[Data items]
============================================================

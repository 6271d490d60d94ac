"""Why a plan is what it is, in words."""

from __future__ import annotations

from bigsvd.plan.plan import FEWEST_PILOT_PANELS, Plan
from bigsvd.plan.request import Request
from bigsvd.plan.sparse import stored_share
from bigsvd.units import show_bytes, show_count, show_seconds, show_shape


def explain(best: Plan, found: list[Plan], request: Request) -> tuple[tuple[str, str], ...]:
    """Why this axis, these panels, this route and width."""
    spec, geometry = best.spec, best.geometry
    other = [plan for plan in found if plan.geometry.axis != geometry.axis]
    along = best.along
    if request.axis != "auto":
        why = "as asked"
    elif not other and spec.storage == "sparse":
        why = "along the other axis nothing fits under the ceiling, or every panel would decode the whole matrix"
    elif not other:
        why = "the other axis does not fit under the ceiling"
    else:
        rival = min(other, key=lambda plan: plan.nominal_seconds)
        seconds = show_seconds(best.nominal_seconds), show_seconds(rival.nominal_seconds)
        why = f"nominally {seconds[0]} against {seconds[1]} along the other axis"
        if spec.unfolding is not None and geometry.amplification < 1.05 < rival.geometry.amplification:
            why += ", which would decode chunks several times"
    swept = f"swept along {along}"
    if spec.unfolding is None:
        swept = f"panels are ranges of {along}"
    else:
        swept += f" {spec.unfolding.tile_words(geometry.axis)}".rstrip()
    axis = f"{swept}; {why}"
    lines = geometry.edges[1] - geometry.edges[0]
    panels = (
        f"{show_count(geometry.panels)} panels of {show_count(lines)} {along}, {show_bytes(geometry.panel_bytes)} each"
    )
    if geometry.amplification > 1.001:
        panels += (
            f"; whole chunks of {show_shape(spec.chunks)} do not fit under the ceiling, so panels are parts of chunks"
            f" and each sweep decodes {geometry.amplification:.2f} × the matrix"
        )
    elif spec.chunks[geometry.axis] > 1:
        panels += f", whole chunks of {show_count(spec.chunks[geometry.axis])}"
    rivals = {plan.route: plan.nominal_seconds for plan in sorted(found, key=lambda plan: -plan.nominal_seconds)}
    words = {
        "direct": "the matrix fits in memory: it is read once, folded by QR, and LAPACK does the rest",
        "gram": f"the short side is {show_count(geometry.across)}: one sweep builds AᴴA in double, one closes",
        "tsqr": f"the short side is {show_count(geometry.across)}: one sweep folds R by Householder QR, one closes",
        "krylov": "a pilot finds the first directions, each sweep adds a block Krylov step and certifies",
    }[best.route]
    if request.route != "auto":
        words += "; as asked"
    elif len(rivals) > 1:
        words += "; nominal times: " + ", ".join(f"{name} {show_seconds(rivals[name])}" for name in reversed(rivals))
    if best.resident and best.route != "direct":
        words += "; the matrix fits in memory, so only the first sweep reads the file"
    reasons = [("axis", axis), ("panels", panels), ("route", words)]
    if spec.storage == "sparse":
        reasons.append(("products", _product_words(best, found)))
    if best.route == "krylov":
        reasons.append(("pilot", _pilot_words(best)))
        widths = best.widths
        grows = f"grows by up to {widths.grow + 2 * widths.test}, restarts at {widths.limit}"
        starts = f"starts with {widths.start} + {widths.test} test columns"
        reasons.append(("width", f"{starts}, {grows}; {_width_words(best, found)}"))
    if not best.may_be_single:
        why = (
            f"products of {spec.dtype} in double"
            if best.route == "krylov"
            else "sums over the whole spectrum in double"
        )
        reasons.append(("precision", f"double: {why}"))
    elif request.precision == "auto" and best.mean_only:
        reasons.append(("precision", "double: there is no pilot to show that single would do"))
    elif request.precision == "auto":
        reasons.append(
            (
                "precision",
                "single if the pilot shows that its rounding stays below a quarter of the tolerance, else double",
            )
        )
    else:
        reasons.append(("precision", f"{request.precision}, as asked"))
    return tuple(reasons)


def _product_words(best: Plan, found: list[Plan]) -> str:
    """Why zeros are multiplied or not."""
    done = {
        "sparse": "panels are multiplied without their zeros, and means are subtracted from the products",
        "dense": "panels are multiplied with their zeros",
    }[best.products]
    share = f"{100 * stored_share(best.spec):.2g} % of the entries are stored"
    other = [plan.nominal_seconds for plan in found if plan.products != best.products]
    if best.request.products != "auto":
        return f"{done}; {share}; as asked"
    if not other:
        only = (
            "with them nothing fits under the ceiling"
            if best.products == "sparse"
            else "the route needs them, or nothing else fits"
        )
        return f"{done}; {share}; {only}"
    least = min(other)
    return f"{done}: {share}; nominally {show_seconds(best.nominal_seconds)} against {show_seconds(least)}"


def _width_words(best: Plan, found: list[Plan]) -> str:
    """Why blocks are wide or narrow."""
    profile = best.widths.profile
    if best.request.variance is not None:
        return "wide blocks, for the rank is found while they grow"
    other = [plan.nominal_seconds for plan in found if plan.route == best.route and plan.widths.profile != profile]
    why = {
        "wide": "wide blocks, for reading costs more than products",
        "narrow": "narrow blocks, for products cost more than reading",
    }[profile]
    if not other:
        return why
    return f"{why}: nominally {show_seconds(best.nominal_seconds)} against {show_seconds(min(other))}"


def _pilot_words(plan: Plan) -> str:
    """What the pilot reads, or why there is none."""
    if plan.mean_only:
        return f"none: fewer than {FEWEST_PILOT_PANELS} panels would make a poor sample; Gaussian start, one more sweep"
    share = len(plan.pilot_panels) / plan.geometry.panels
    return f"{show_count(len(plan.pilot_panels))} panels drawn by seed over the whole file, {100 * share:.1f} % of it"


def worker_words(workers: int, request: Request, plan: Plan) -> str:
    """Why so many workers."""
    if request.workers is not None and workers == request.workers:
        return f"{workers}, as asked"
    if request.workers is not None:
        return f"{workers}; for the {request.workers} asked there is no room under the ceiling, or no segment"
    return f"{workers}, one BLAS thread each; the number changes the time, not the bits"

============================================================

WHAT YOU NEED TO DO
Find the word "narrow" in the records. Copy every line it appears in.

ANSWER SPACE
    """Why blocks are wide or narrow."""
        "narrow": "narrow blocks, for products cost more than reading",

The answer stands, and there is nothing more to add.